Alexander Held: Basically, we have like a front-end, this UI. It was internal to Mercedes-Benz, where customers could say, I want to buy a new Postgres database. And they configure everything. they want in the UI. And then this request got forwarded through a couple of backends to some place where we created a custom resource definition for it. Basically said, PostgresCluster was a kind, the kind of CRD, and let's go with the name elephant. And the database was called elephant. So we created that CRD in our workload cluster and specified all the configurations that the user put in the front-end. So this is basically one-to-one mapping of the configuration that the user needed. That was the flow and the response that got cascaded back to the customer. This was all the user interaction part. What happened in the background then was our Postgres operator would pick up that there's a new custom resource definition of kind PostgresCluster which signaled intent.

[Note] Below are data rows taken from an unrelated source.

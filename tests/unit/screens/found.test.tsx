import { cleanup, screen, waitFor, within } from '@testing-library/react';
import userEvent from '@testing-library/user-event';
import { afterEach, beforeEach, describe, expect, test } from 'vitest';
import { CrewPhone } from '#tests/unit/screens/crew-phone.tsx';

// Findings, what was found sound and photographs, on the real replica over a real (in-memory) IndexedDB.

const user = userEvent.setup();
let crew: CrewPhone;

beforeEach(async () => {
  crew = await CrewPhone.open();
});
afterEach(() => {
  cleanup();
  crew.phone.cutPower();
});

const press = async (name: string | RegExp) => user.click(await screen.findByRole('button', { name }));
const findings = () => crew.replica.view().all('finding');
const photos = () => crew.replica.view().all('photo');
const picture = (name: string) => new File([`picture ${name}`], name, { type: 'image/jpeg' });

async function choose(...names: string[]) {
  await user.upload(await screen.findByLabelText('Choose photos'), names.map(picture));
  await screen.findByRole('button', { name: `Take photo ${names.length} out` });
}

async function choosePart(asked: string, part: string) {
  await press(/^(Which part|.*other part)/);
  await user.type(await screen.findByRole('searchbox', { name: 'Look for a part' }), asked);
  await press(part);
}

describe('a finding', () => {
  test('is logged with its place and photos as one, shown on the line, and taken back at once with all of it', async () => {
    crew.show('/found');
    await press('Rot');
    await choosePart('beam', 'Deck beam');
    await press('Port');
    await user.type(screen.getByRole('textbox', { name: 'Number' }), '4');
    await choose('a.jpg', 'b.jpg');
    await press('Log the finding');
    expect(await screen.findByText('Found: Rot, deck beam 4 port')).toBeTruthy();
    expect(findings()).toMatchObject([
      {
        kind: 'rot',
        place: { partId: 'deck_beam', side: 'port', number: 4 },
        known: 'seen',
        certainty: 'suspected',
        stageId: crew.stageId,
      },
    ]);
    expect(photos().map(({ findingId, place }) => [findingId, place?.number])).toEqual([
      [findings()[0]!.id, 4],
      [findings()[0]!.id, 4],
    ]);
    await press('Undo');
    await waitFor(() => expect(findings()[0]!.struck?.why).toBe('undone at once'));
    expect(photos().every(({ struck }) => struck !== null)).toBe(true);
  });

  test('is kept at every tap, through a death of the phone, its photos with it', async () => {
    crew.show('/found');
    await press('Open seam');
    await choose('a.jpg');
    await user.type(screen.getByRole('textbox', { name: 'In your own words' }), 'light through it');
    await waitFor(() => expect(crew.replica.draft.read('found')).toMatchObject({ text: 'light through it' }));
    await crew.dieAndStart();
    crew.show('/found');
    expect((await screen.findByRole('button', { name: 'Open seam' })).getAttribute('aria-pressed')).toBe(
      'true',
    );
    await press('Log the finding');
    await waitFor(() => expect(photos()).toHaveLength(1));
    expect(findings()).toMatchObject([{ kind: 'open_seam', text: 'light through it' }]);
  });

  test('asks what it is where nothing is chosen, and takes own words for it', async () => {
    crew.show('/found');
    await press('Log the finding');
    expect((await screen.findAllByText(/^Say what it is/)).length).toBeGreaterThan(0);
    expect(findings()).toEqual([]);
    await press('Something else, or your own words');
    await user.type(await screen.findByRole('textbox', { name: /^Look for it/ }), 'popped rivets');
    await press('Call it ‘popped rivets’');
    await press('Log the finding');
    await waitFor(() => expect(findings()).toMatchObject([{ kind: 'popped rivets' }]));
  });

  test('is proved by opening up, and measured by keys', async () => {
    crew.show('/found');
    await press('Rot');
    await press('Opened up');
    await press(/^Seen not measured/);
    const dialog = within(await screen.findByRole('dialog'));
    for (const key of ['2', '9', '8']) await user.click(dialog.getByRole('button', { name: key }));
    await user.click(dialog.getByRole('button', { name: /^Depth/ }));
    for (const key of ['1', '3']) await user.click(dialog.getByRole('button', { name: key }));
    await press('That is it');
    await press('Log the finding');
    await waitFor(() =>
      expect(findings()).toMatchObject([
        { certainty: 'proved', known: 'opened', seenExtent: { lengthMm: 298, depthMm: 13 } },
      ]),
    );
  });

  test('carries its part, side and number on to the next one and to the next photo, on the same boat', async () => {
    crew.show('/found');
    await press('Rot');
    await choosePart('beam', 'Deck beam');
    await press('Starboard');
    await press('Log the finding');
    await screen.findByText(/^Found: /);
    crew.show('/photos');
    await choose('a.jpg');
    await press('Log 1 photo');
    await waitFor(() => expect(photos()).toHaveLength(1));
    expect(photos()[0]!.place).toEqual({ partId: 'deck_beam', side: 'starboard' });
  });
});

test('what was looked at and found sound is a record of its own', async () => {
  crew.show('/found');
  await user.click(await screen.findByRole('radio', { name: 'Looked, sound' }));
  await press('Log it as sound');
  expect(await screen.findByText(/^Say what was looked at/)).toBeTruthy();
  await choosePart('keel', 'Keel');
  await press('Rot');
  await press('Probed');
  await press('Log it as sound');
  expect((await screen.findAllByText('Sound: keel centre, no rot')).length).toBeGreaterThan(0);
  expect(crew.replica.view().all('sound')).toMatchObject([
    { place: { partId: 'keel', side: 'centre' }, about: 'rot', known: 'probed' },
  ]);
  expect(findings()).toEqual([]);
});

describe("a finding's page", () => {
  async function holdFinding() {
    const { replica, boatId, stageId } = crew;
    const findingId = replica.newId();
    await replica.hold('finding.note', {
      findingId,
      boatId,
      stageId,
      kind: 'rot',
      place: { partId: 'stem' },
      known: 'sounded',
      certainty: 'suspected',
      text: 'dull',
    });
    return findingId;
  }

  test('keeps that it was suspected when it is proved', async () => {
    crew.show(`/finding/${await holdFinding()}`);
    await press('Change it');
    await press('Opened up');
    await user.type(screen.getByRole('textbox', { name: /^Why\?/ }), 'took the plank off');
    const sheet = within(screen.getByRole('dialog'));
    await user.click(sheet.getByRole('button', { name: 'Change it' }));
    await waitFor(() => expect(findings()[0]).toMatchObject({ known: 'opened', certainty: 'proved' }));
    const history = await screen.findByRole('region', { name: /^History of this finding/ });
    expect(within(history).getByText('suspected')).toBeTruthy();
    expect(within(history).getAllByText('Why: took the plank off').length).toBeGreaterThan(0);
    await press('Undo');
    await waitFor(() => expect(findings()[0]).toMatchObject({ known: 'sounded', certainty: 'suspected' }));
  });

  test('is struck and brought back, each with its reason', async () => {
    crew.show(`/finding/${await holdFinding()}`);
    await press('Strike it');
    const dialog = within(await screen.findByRole('dialog'));
    await user.type(dialog.getByRole('textbox'), 'not hers');
    await user.click(dialog.getByRole('button', { name: 'Strike it' }));
    await waitFor(() => expect(findings()[0]!.struck?.why).toBe('not hers'));
    await press('Undo');
    await waitFor(() => expect(findings()[0]!.struck).toBeNull());
  });

  test('of one that is not here says so', async () => {
    crew.show(`/finding/${crew.replica.newId()}`);
    expect(await screen.findByText(/is not on this device/)).toBeTruthy();
  });
});

test('photos of an entry are shown with it, and one is put right on its own page', async () => {
  const { replica, boatId, stageId } = crew;
  const entryId = replica.newId();
  const written = {
    entryId,
    boatId,
    stageId,
    workDate: '2026-06-01',
    text: 'Took the sole up',
    spoken: false,
    hours: [],
  };
  await replica.hold('entry.write', written);
  crew.show(`/entry/${entryId}`);
  await user.click(await screen.findByRole('link', { name: 'Photo' }));
  await choose('a.jpg');
  await press('Before closing');
  await press('Log 1 photo');
  expect(await screen.findByText('1 photo logged')).toBeTruthy();
  expect(photos()).toMatchObject([{ entryId, set: 'before-closing', stageId }]);
  crew.show(`/photo/${photos()[0]!.id}`);
  await press('Change it');
  await user.type(await screen.findByRole('textbox', { name: 'Words under it' }), 'floor three');
  await user.click(within(screen.getByRole('dialog')).getByRole('button', { name: 'Change it' }));
  await waitFor(() => expect(photos()[0]!.caption).toBe('floor three'));
});

test('photos that were taken and not logged wait under the key', async () => {
  crew.show('/photos');
  await choose('a.jpg', 'b.jpg');
  await waitFor(() => expect(crew.replica.draft.read('photos')).toMatchObject({ pictures: [{}, {}] }));
  await user.click(screen.getByRole('link', { name: /^Back; your photos/ }));
  expect(await screen.findByText('Not logged yet: 2 photos.')).toBeTruthy();
  await user.click(screen.getByRole('link', { name: 'Photo' }));
  await press('Log 2 photos');
  await waitFor(() => expect(photos()).toHaveLength(2));
  await waitFor(() => expect(screen.queryByText(/^Not logged yet/)).toBeNull());
});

We wanted a new PostgresCluster here with that configuration. So we deployed some Helm charts and everything that was necessary to make the PostgresCluster run on the cluster.

Bart Farrell: One interesting aspect is how you've translated business requirements directly into custom resource definitions. Can you explain your backup system design and how different CRDs represent different aspects of the backup workflow?

Alexander Held: So the backup workflow was interesting because we had various CRDs. Some of them are, for example, Postgres. I will skip the Postgres prefix from now on. They were all prefixed with Postgres. So there was the backup requests, which signaled intent that the backup should be made. and there was a backup itself. which contained information about an already finished backup. For example, we stored them on an S3-like object store. So where's the path, what encryption do we use, some signatures and all this stuff when it happened. And then we had the schedule, which was used for system-planned backups. And users could create a backup request on demand to now create a backup, or we would schedule them like every couple of hours with the user configured. Also, we had like a system backup schedule which will trigger anyways regardless of what the user configured. So we had like this interesting CRD structure and they were all a reflection of business processes, right? So user can trigger a backup. We need some system backups. User can define a period for backups and we translated them into CRDs.

Bart Farrell: The backup process involves multiple steps from requests to S3 storage. Could you walk us through what actually happens when a customer triggers a backup?

Alexander Held: So let's say the user clicks on in the front end on the button. Hey, I want to create a backup now for elephant. Our API would basically just create Postgres backup requests for the cluster elephant. And our Postgres operator has different controllers. One of them would be the backup request controller, which will pick up. Like, you remember the cycle, Bart? So it will observe there's a new backup request, it will say, okay, is there already a job deployed for the cluster elephant with a backup? No, there isn't. So it would deploy a job. This job would be just another Docker container, another pod, which will be configured with all the necessary credentials and environment information for the elephant cluster. And this would be the end of the operator cycle. If you deploy the job, it's happy and then the job would pick up from there. It would create a backup and even for large databases we would continuously update the status of the Postgres backup request. Let's say like it's 10% done, it's 20% done and even if there is an issue we would mark that in like an events section where you can put like status events. continuously update the status. So we knew what was going on. And when it was finished, we were completed. We set the status to completed, filled all the values of the Postgres backup and created that CRD, which would mark there is a backup, it's on the S3. This is a signature. We use that kind of encryption. Here you go. And this would be then available in the front end. because it was available in the cluster, the API could list it there and the user could restore it from there.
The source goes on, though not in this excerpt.